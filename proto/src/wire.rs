//! Conversions between wire tables and [`crate::rule`] types. The client builds its local
//! tables through [`table_from_wire`], the server serves through [`table_to_wire`]; both keep
//! knots and slopes unchanged, so evaluation agrees bit for bit.

use crate::pb;
use crate::rule::{LogGrid, RateTable, RuleError, TableHeader};

/// The wire form of a grid.
pub fn grid_to_wire(grid: &LogGrid) -> pb::LogTemperatureGrid {
    pb::LogTemperatureGrid {
        log10_t_min_k: grid.log10_t_min_k(),
        log10_t_step: grid.log10_t_step(),
        knots: grid.knots() as u32,
    }
}

/// A grid from its wire form.
pub fn grid_from_wire(grid: &pb::LogTemperatureGrid) -> Result<LogGrid, RuleError> {
    LogGrid::new(grid.log10_t_min_k, grid.log10_t_step, grid.knots as usize)
}

/// The wire form of a table.
pub fn table_to_wire(table: &RateTable) -> pb::RateTable {
    let h = table.header();
    pb::RateTable {
        key: Some(pb::TransitionKey {
            upper: h.upper,
            lower: h.lower,
        }),
        g_lower: h.g_lower,
        g_upper: h.g_upper,
        excitation_energy_k: h.excitation_energy_k,
        ln_upsilon: table.ln_upsilon().collect(),
        slopes: table.slopes().collect(),
        source_t_min_k: h.source_t_min_k,
        source_t_max_k: h.source_t_max_k,
        approximate: h.approximate,
        max_interpolation_error: table.max_interpolation_error(),
    }
}

/// A table from its wire form on the response's grid.
pub fn table_from_wire(table: pb::RateTable, grid: LogGrid) -> Result<RateTable, RuleError> {
    let key = table.key.unwrap_or_default();
    let header = TableHeader {
        upper: key.upper,
        lower: key.lower,
        g_lower: table.g_lower,
        g_upper: table.g_upper,
        excitation_energy_k: table.excitation_energy_k,
        source_t_min_k: table.source_t_min_k,
        source_t_max_k: table.source_t_max_k,
        approximate: table.approximate,
    };
    // Knots and slopes move into the table (no copy: a large species is tens of megabytes).
    RateTable::from_parts(
        header,
        grid,
        table.ln_upsilon,
        table.slopes,
        table.max_interpolation_error,
    )
}

#[cfg(test)]
mod tests {
    use super::*;
    use crate::rule::OutsidePolicy;

    #[test]
    fn round_trip_through_the_wire_is_bit_exact() {
        let grid = LogGrid::from_range(1e3, 1e7, 20).unwrap();
        let header = TableHeader {
            upper: 3,
            lower: 1,
            g_lower: 1.0,
            g_upper: 5.0,
            excitation_energy_k: 29_000.0,
            source_t_min_k: 5e3,
            source_t_max_k: 2e4,
            approximate: false,
        };
        let y: Vec<f64> = (0..grid.knots()).map(|i| 0.1 * (i as f64).cos()).collect();
        let table = RateTable::from_knots(header, grid, y)
            .unwrap()
            .with_max_interpolation_error(1e-5);
        let wire_grid = grid_from_wire(&grid_to_wire(&grid)).unwrap();
        let back = table_from_wire(table_to_wire(&table), wire_grid).unwrap();
        assert_eq!(back, table);
        for t in [1e3, 3.3e3, 1e4, 7.7e5, 1e7] {
            let a = table.evaluate(t, OutsidePolicy::Refuse).unwrap();
            let b = back.evaluate(t, OutsidePolicy::Refuse).unwrap();
            assert_eq!(a.deexcitation_cm3_s.to_bits(), b.deexcitation_cm3_s.to_bits());
            assert_eq!(a.excitation_cm3_s.to_bits(), b.excitation_cm3_s.to_bits());
        }
    }
}
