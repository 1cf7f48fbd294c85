//! The unit conversions applied to served values. Server and client both call these, so an
//! answer converted on either side is the same to the last bit (for example q * 1e-6 and
//! q / 1e6 differ in the last bit for about a third of all values).

use crate::constants::KELVIN_PER_EV;

/// m^3 s^-1 per cm^3 s^-1.
pub const M3_PER_CM3: f64 = 1e-6;

/// A temperature kT in eV as a temperature in K.
#[inline]
pub fn kelvin_from_electron_volt(t_ev: f64) -> f64 {
    t_ev * KELVIN_PER_EV
}

/// A rate coefficient in cm^3 s^-1 as m^3 s^-1.
#[inline]
pub fn m3_s_from_cm3_s(q_cm3_s: f64) -> f64 {
    q_cm3_s * M3_PER_CM3
}

/// A density in m^-3 as cm^-3.
#[inline]
pub fn per_cm3_from_per_m3(n_m3: f64) -> f64 {
    n_m3 * M3_PER_CM3
}
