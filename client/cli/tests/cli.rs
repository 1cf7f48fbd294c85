//! The `ratewell` command-line tool run as a process against the in-test fake server.

#[path = "../../tests/common/mod.rs"]
mod common;

use common::{HASH_A, HASH_B, start_in_background};
use std::process::{Command, Output};

fn ratewell(server: &str, args: &[&str]) -> Output {
    Command::new(env!("CARGO_BIN_EXE_ratewell"))
        .arg("--server")
        .arg(server)
        .args(args)
        .env_remove("RATEWELL_SERVER")
        .output()
        .expect("the ratewell binary runs")
}

fn text(b: &[u8]) -> String {
    String::from_utf8_lossy(b).into_owned()
}

#[test]
fn rates_show_the_stamp_and_agree_locally_and_remotely() {
    let server = start_in_background(HASH_A);
    let remote = ratewell(&server.url(), &["rates", "X", "--temperatures", "5000,10000"]);
    assert!(remote.status.success(), "{}", text(&remote.stderr));
    let out = text(&remote.stdout);
    // The dataset was not named: the server's only dataset is used, and named in the output.
    assert!(
        out.contains(&format!("dataset demo version 1.0.0  content hash {HASH_A}")),
        "{out}"
    );
    assert!(out.contains("looked up on the server"), "{out}");
    assert!(out.contains("caution: 3-2: approximate"), "{out}");
    let local = ratewell(
        &server.url(),
        &[
            "--dataset",
            "demo",
            "rates",
            "X",
            "--temperatures",
            "5000,10000",
            "--local",
        ],
    );
    assert!(local.status.success(), "{}", text(&local.stderr));
    let body = |s: &str| s.lines().skip(2).map(str::to_string).collect::<Vec<_>>();
    // Same rule on both sides (the contract): the printed tables are identical.
    let local_out = text(&local.stdout);
    assert_eq!(body(&out).len(), body(&local_out).len());
    assert_eq!(body(&out)[..7], body(&local_out)[..7]);
}

#[test]
fn json_output_parses_and_carries_the_stamp() {
    let server = start_in_background(HASH_A);
    let out = ratewell(
        &server.url(),
        &[
            "--json",
            "rates",
            "X",
            "--temperatures",
            "1",
            "--unit",
            "eV",
            "--transition",
            "2-1",
        ],
    );
    assert!(out.status.success(), "{}", text(&out.stderr));
    let v: serde_json::Value = serde_json::from_slice(&out.stdout).unwrap();
    assert_eq!(v["stamp"]["content_hash"], HASH_A);
    assert_eq!(v["transitions"][0]["transition"], "2-1");
    let d = ratewell(&server.url(), &["--json", "datasets"]);
    let v: serde_json::Value = serde_json::from_slice(&d.stdout).unwrap();
    assert_eq!(v["datasets"][0]["species"][0], "X");
}

#[test]
fn bad_arguments_exit_2_naming_argument_value_and_range() {
    let server = start_in_background(HASH_A);
    let out = ratewell(&server.url(), &["rates", "X", "--temperatures", "5000,-3"]);
    assert_eq!(out.status.code(), Some(2));
    assert_eq!(
        text(&out.stderr).trim(),
        "error: --temperatures: temperatures[1] = -3 K: must be finite and > 0"
    );
    let out = ratewell(
        &server.url(),
        &["rates", "X", "--temperatures", "5000", "--unit", "F"],
    );
    assert_eq!(out.status.code(), Some(2));
    assert!(
        text(&out.stderr).contains("must be one of K, eV"),
        "{}",
        text(&out.stderr)
    );
    let out = ratewell(&server.url(), &["--pin-hash", "xyz", "datasets"]);
    assert_eq!(out.status.code(), Some(2));
    assert!(text(&out.stderr).contains("pin-hash = \"xyz\": must be 64 hexadecimal digits"));
    // Outside the grid: a usage mistake (exit 2), with the flag that allows it.
    let out = ratewell(&server.url(), &["rates", "X", "--temperatures", "5e7"]);
    assert_eq!(out.status.code(), Some(2));
    assert!(text(&out.stderr).contains("OutOfRange"), "{}", text(&out.stderr));
    assert!(
        text(&out.stderr).contains("hint: add --extrapolate"),
        "{}",
        text(&out.stderr)
    );
    let out = ratewell(&server.url(), &["rates", "X", "--temperatures", "5e7", "--local"]);
    assert_eq!(out.status.code(), Some(2));
    assert!(
        text(&out.stderr).contains("hint: add --extrapolate"),
        "{}",
        text(&out.stderr)
    );
    // Credentials and TLS settings are checked before anything is sent.
    let out = ratewell(&server.url(), &["--token-file", "/nonexistent/token", "datasets"]);
    assert_eq!(out.status.code(), Some(2));
    assert!(
        text(&out.stderr).starts_with("error: --token-file: token_file = /nonexistent/token: cannot be read"),
        "{}",
        text(&out.stderr)
    );
    let out = ratewell(
        &server.url(),
        &["--tls-ca-file", "/nonexistent/ca.pem", "datasets"],
    );
    assert_eq!(out.status.code(), Some(2));
    assert!(
        text(&out.stderr).contains("tls.ca_file = /nonexistent/ca.pem"),
        "{}",
        text(&out.stderr)
    );
}

#[test]
fn a_token_from_the_environment_is_read_and_never_echoed() {
    // A token that cannot travel in a header is refused by the tool itself, naming only its
    // length: proof that it was read. (That the library sends a good one is tested against the
    // real server in the end-to-end tests.)
    let server = start_in_background(HASH_A);
    let out = Command::new(env!("CARGO_BIN_EXE_ratewell"))
        .args(["--server", &server.url(), "datasets"])
        .env_remove("RATEWELL_SERVER")
        .env("RATEWELL_TOKEN", "has a space")
        .output()
        .expect("runs");
    assert_eq!(out.status.code(), Some(2));
    let err = text(&out.stderr);
    assert!(err.contains("token = (11 characters, not shown)"), "{err}");
    assert!(!err.contains("has a space"), "{err}");
    let ok = Command::new(env!("CARGO_BIN_EXE_ratewell"))
        .args(["--server", &server.url(), "datasets"])
        .env_remove("RATEWELL_SERVER")
        .env("RATEWELL_TOKEN", "fine-token")
        .output()
        .expect("runs");
    assert!(ok.status.success(), "{}", text(&ok.stderr));
}

#[test]
fn a_pinned_hash_that_differs_exits_3() {
    let server = start_in_background(HASH_B);
    let out = ratewell(
        &server.url(),
        &[
            "--dataset",
            "demo",
            "--pin-hash",
            HASH_A,
            "export",
            "X",
            "--format",
            "csv",
        ],
    );
    assert_eq!(out.status.code(), Some(3), "{}", text(&out.stderr));
    assert!(text(&out.stderr).contains(HASH_A), "{}", text(&out.stderr));
    assert!(out.stdout.is_empty());
}

#[test]
fn export_health_species_and_populations_run() {
    let server = start_in_background(HASH_A);
    let dir = std::env::temp_dir().join(format!("ratewell-cli-test-{}", std::process::id()));
    std::fs::create_dir_all(&dir).unwrap();
    let file = dir.join("x.csv");
    let out = ratewell(
        &server.url(),
        &[
            "export",
            "X",
            "--format",
            "csv",
            "--output",
            file.to_str().unwrap(),
        ],
    );
    assert!(out.status.success(), "{}", text(&out.stderr));
    let csv = std::fs::read_to_string(&file).unwrap();
    assert!(csv.starts_with("species,upper,lower,temperature_k,"), "{csv}");
    assert!(
        csv.lines()
            .nth(1)
            .is_some_and(|l| l.contains(&format!(",demo,1.0.0,{HASH_A},"))),
        "{csv}"
    );
    // 3 tables x 31 knots + the header row.
    assert_eq!(csv.lines().count(), 3 * 31 + 1);
    std::fs::remove_dir_all(&dir).unwrap();

    let out = ratewell(&server.url(), &["health"]);
    assert!(out.status.success());
    assert!(text(&out.stdout).contains("serving"));

    let out = ratewell(&server.url(), &["species", "X"]);
    assert!(out.status.success(), "{}", text(&out.stderr));
    let s = text(&out.stdout);
    assert!(
        s.contains("levels") && s.contains("3-2") && s.contains(HASH_A),
        "{s}"
    );

    let out = ratewell(
        &server.url(),
        &[
            "populations",
            "X",
            "--temperatures",
            "1e4,2e4,3e4",
            "--densities",
            "1e2,1e4",
            "--grid",
            "--chunk",
            "1",
        ],
    );
    assert!(out.status.success(), "{}", text(&out.stderr));
    let s = text(&out.stdout);
    assert!(s.contains(&HASH_A.to_string()), "{s}");
    // 3 x 2 grid points, then one critical-density row per temperature.
    let rows = s
        .lines()
        .filter(|l| ["10000", "20000", "30000"].iter().any(|t| l.starts_with(t)))
        .count();
    assert_eq!(rows, 6 + 3, "{s}");
}

#[test]
fn a_dead_server_is_a_clear_failure() {
    let dead = common::dead_address();
    let out = ratewell(&dead, &["--timeout", "2", "health"]);
    assert_eq!(out.status.code(), Some(1));
    let err = text(&out.stderr);
    assert!(err.contains("not serving"), "{err}");
    // Said as what it is, with the address tried and a hint.
    assert!(err.contains(&format!("no server answers at {dead}")), "{err}");
    assert!(err.contains("ratewell-server --listen"), "{err}");
}

#[test]
fn save_tables_writes_a_table_file_that_loads_with_no_server() {
    let server = start_in_background(HASH_A);
    let dir = std::env::temp_dir().join(format!("ratewell-cli-save-{}", std::process::id()));
    let out = ratewell(
        &server.url(),
        &["save-tables", "X", "--output-dir", dir.to_str().unwrap()],
    );
    assert!(out.status.success(), "{}", text(&out.stderr));
    let printed = text(&out.stdout);
    assert!(
        printed.contains(&format!("content hash     {HASH_A}")),
        "{printed}"
    );
    let path = printed
        .lines()
        .next()
        .and_then(|l| l.split(" to ").nth(1))
        .expect("the first line names the file");
    let loaded = ratewell_client::LocalTables::load(std::path::Path::new(path)).expect("loads");
    assert_eq!(loaded.stamp().content_hash, HASH_A);
    assert!(printed.contains(loaded.digest()), "{printed}");
    std::fs::remove_dir_all(&dir).unwrap();
}
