//! The ratewell wire contract and the one evaluation rule.
//!
//! - [`pb`]: prost messages and tonic clients/servers generated from `proto/ratewell/v1/*.proto`.
//! - [`rule`]: the single function family that turns a served rate table into rate coefficients.
//!   The server answers lookups with it and the client library evaluates fetched tables with it,
//!   so both agree bit for bit.
//! - [`constants`]: CODATA constants and the rate-coefficient prefactor derived from them.
//! - [`units`]: the unit conversions applied to served values (shared, so they agree bit for bit).
//! - [`digest`]: the table-set digest served with every table set and checked by clients.
//! - [`records`]: the canonical byte form of a table (hashed by the digest, stored in table files).
//! - [`wire`]: conversions between wire tables and [`rule::RateTable`].

pub mod constants;
pub mod digest;
pub mod records;
pub mod rule;
pub mod units;
pub mod wire;

/// Generated protobuf messages and gRPC services of package `ratewell.v1`.
#[allow(missing_docs, unreachable_pub, clippy::all)]
pub mod pb {
    tonic::include_proto!("ratewell.v1");
}

/// Encoded file descriptor set of the contract, for gRPC server reflection.
pub const FILE_DESCRIPTOR_SET: &[u8] = tonic::include_file_descriptor_set!("ratewell_descriptor");
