/// Validates a temperature and locates it, applying the grid policy. `index` names the
/// temperature's position in the caller's request for error messages.
pub fn checked_location(
    grid: &LogGrid,
    index: usize,
    t_k: f64,
    outside: OutsidePolicy,
) -> Result<Location, RuleError> {
    if !t_k.is_finite() || t_k <= 0.0 {
        return Err(RuleError::TemperatureNotPositive { index, value_k: t_k });
    }
    let loc = grid.locate(t_k);
    if loc.side != Side::Inside && outside == OutsidePolicy::Refuse {
        return Err(RuleError::OutsideGrid {
            index,
            value_k: t_k,
            min_k: grid.t_min_k(),
            max_k: grid.t_max_k(),
        });
    }
    Ok(loc)
}

fn check_len(field: &'static str, got: usize, expected: usize) -> Result<(), RuleError> {
    if got == expected {
        Ok(())
    } else {
        Err(RuleError::BufferLength { field, got, expected })
    }
}

fn check_knots(
    header: &TableHeader,
    grid: &LogGrid,
    field: &'static str,
    values: &[f64],
) -> Result<(), RuleError> {
    let bad = |message: String| RuleError::BadTable {
        upper: header.upper,
        lower: header.lower,
        field,
        message,
    };
    if values.len() != grid.knots {
        return Err(bad(format!(
            "{} values for a grid of {} knots",
            values.len(),
            grid.knots
        )));
    }
    if let Some((i, v)) = values.iter().enumerate().find(|(_, v)| !v.is_finite()) {
        return Err(bad(format!("value[{i}] = {v}: must be finite")));
    }
    Ok(())
}

/// Shape-preserving knot slopes for data on a uniform grid of spacing `step` (Fritsch & Carlson
/// 1980, SIAM J. Numer. Anal. 17, 238, with the weighted-harmonic-mean interior slopes of
/// Fritsch & Butland 1984 and the three-point end formula of Moler's `pchip`).
pub fn monotone_slopes(y: &[f64], step: f64) -> Vec<f64> {
    let n = y.len();
    let delta: Vec<f64> = y.windows(2).map(|w| (w[1] - w[0]) / step).collect();
    let mut m = vec![0.0; n];
    if n == 2 {
        m[0] = delta[0];
        m[1] = delta[0];
        return m;
    }
    for k in 1..n - 1 {
        let (a, b) = (delta[k - 1], delta[k]);
        m[k] = if a == 0.0 || b == 0.0 || (a > 0.0) != (b > 0.0) {
            0.0
        } else {
            // Uniform spacing: weights 3h on both sides, so the weighted harmonic mean is 2ab/(a+b).
            2.0 / (1.0 / a + 1.0 / b)
        };
    }
    m[0] = end_slope(delta[0], delta[1]);
    m[n - 1] = end_slope(delta[n - 2], delta[n - 3]);
    m
}

/// Three-point end slope kept shape-preserving (uniform spacing form).
fn end_slope(d0: f64, d1: f64) -> f64 {
    let m = (3.0 * d0 - d1) / 2.0;
    if m == 0.0 || d0 == 0.0 || (m > 0.0) != (d0 > 0.0) {
        0.0
    } else if (d0 > 0.0) != (d1 > 0.0) && m.abs() > 3.0 * d0.abs() {
        3.0 * d0
    } else {
        m
    }
}

/// Per-interval coefficients of the cubic Hermite in the fractional position f (in steps).
fn hermite_coefficients(y: &[f64], slopes: &[f64], step: f64) -> Vec<[f64; 4]> {
    (0..y.len() - 1)
        .map(|i| {
            let (y0, y1) = (y[i], y[i + 1]);
            let (m0, m1) = (slopes[i] * step, slopes[i + 1] * step);
            let dy = y1 - y0;
            [y0, m0, 3.0 * dy - 2.0 * m0 - m1, -2.0 * dy + m0 + m1]
        })
        .collect()
}
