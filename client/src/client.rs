//! The async client: one channel per endpoint, a time budget on every call, retries of
//! idempotent calls, stamp checks on every answer, and the in-process table cache.

use crate::cache::{TableCache, TableKey};
use crate::cache_dir;
use crate::config::ClientConfig;
use crate::dataset::DatasetRef;
use crate::error::ClientError;
use crate::health::{EndpointHealth, ServingStatus};
use crate::local::LocalTables;
use crate::populations::{PopulationQuery, check_answer, merge};
use crate::rates::{RateLookup, RateQuery};
use crate::retry::{is_local_timeout, is_retryable, is_transport_failure};
use crate::transition::TableGrid;
use crate::transport::{Connection, Pool};
use crate::units::{EnergyUnit, check_temperatures};
use ratewell_proto::pb;
use ratewell_proto::pb::admin_client::AdminClient;
use ratewell_proto::pb::catalogue_client::CatalogueClient;
use ratewell_proto::pb::consistency_client::ConsistencyClient;
use ratewell_proto::pb::populations_client::PopulationsClient;
use ratewell_proto::pb::rates_client::RatesClient;
use std::future::Future;
use std::sync::Arc;
use std::time::{Duration, Instant};
use tonic::{Code, Request, Status};
use tonic_health::pb::HealthCheckRequest;
use tonic_health::pb::health_client::HealthClient;

/// Whether a call may be repeated after a transient failure.
#[derive(Debug, Clone, Copy, PartialEq, Eq)]
enum Retry {
    /// Idempotent: retried on UNAVAILABLE and RESOURCE_EXHAUSTED.
    Idempotent,
    /// Tried once.
    Once,
}

struct Inner {
    config: ClientConfig,
    pool: Pool,
    cache: TableCache,
}

/// A ratewell client. Cheap to clone (an `Arc` inside); clones share connections and the
/// table cache.
///
/// ```no_run
/// use ratewell_client::{Client, ClientConfig, DatasetRef, RateQuery};
/// # async fn demo() -> Result<(), ratewell_client::ClientError> {
/// let config = ClientConfig::new("http://127.0.0.1:50051")
///     .with_dataset(DatasetRef::new("demo")?.with_version("1.0.0"));
/// let client = Client::new(config)?;
/// let answer = client.lookup_rates(&RateQuery::new("X", vec![5.0e3, 1.0e4])).await?;
/// println!("{} values from {}", answer.flags.len(), answer.stamp.content_hash);
/// # Ok(()) }
/// ```
#[derive(Clone)]
pub struct Client {
    inner: Arc<Inner>,
    dataset: Option<DatasetRef>,
}

impl std::fmt::Debug for Client {
    fn fmt(&self, f: &mut std::fmt::Formatter<'_>) -> std::fmt::Result {
        f.debug_struct("Client")
            .field("endpoints", &self.inner.config.endpoints)
            .field("dataset", &self.dataset)
            .finish()
    }
}

/// A request with its time budget sent as grpc-timeout.
fn request<T>(message: T, budget: Duration) -> Request<T> {
    let mut r = Request::new(message);
    r.set_timeout(budget);
    r
}
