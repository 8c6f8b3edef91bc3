// Error envelope of the hosted Mux API: {"error":{"type":"…","messages":["…"]}}. The SDK turns any non-2xx
// into APIError subclasses by status (401 → AuthenticationError, 404 → NotFoundError, 429 → RateLimitError,
// 5xx → InternalServerError) and keeps this body in `error.error`.
// Type names are modelled on the hosted API's answers (from memory, unverified).
import { FakeApiError } from "../shared/http";

export type MuxErrorType =
  | "invalid_parameters"
  | "unauthorized"
  | "forbidden"
  | "not_found"
  | "method_not_allowed"
  | "too_many_requests"
  | "internal_error"
  | "service_unavailable";

export type MuxErrorBody = { error: { type: MuxErrorType; messages: string[] } };

export class MuxApiError extends FakeApiError {
  constructor(status: number, readonly type: MuxErrorType, message: string, headers: Record<string, string> = {}) {
    super(status, message, headers);
  }

  toBody(): MuxErrorBody {
    return { error: { type: this.type, messages: [this.message] } };
  }
}

export const invalidParameter = (message: string): MuxApiError => new MuxApiError(400, "invalid_parameters", message);

export const notFound = (what = "resource"): MuxApiError =>
  new MuxApiError(404, "not_found", `The requested ${what} either doesn't exist or you don't have access to it.`);

/** The error an injected failure produces for a given status. */
export function injectedError(status: number, message: string | null): MuxApiError {
  if (status === 429) return new MuxApiError(429, "too_many_requests", message ?? "Too many requests, please slow down.", { "retry-after": "1" });
  if (status === 401) return new MuxApiError(401, "unauthorized", message ?? "Unauthorized request");
  if (status === 503) return new MuxApiError(503, "service_unavailable", message ?? "The service is temporarily unavailable.");
  if (status >= 500) return new MuxApiError(status, "internal_error", message ?? "An internal error occurred.");
  return new MuxApiError(status, "invalid_parameters", message ?? "Injected failure.");
}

------------------------------------------------

*Task goal:* List each line of the records that holds the string "ClientError".

*Result of this task:*
use crate::error::ClientError;
/// # async fn demo() -> Result<(), ratewell_client::ClientError> {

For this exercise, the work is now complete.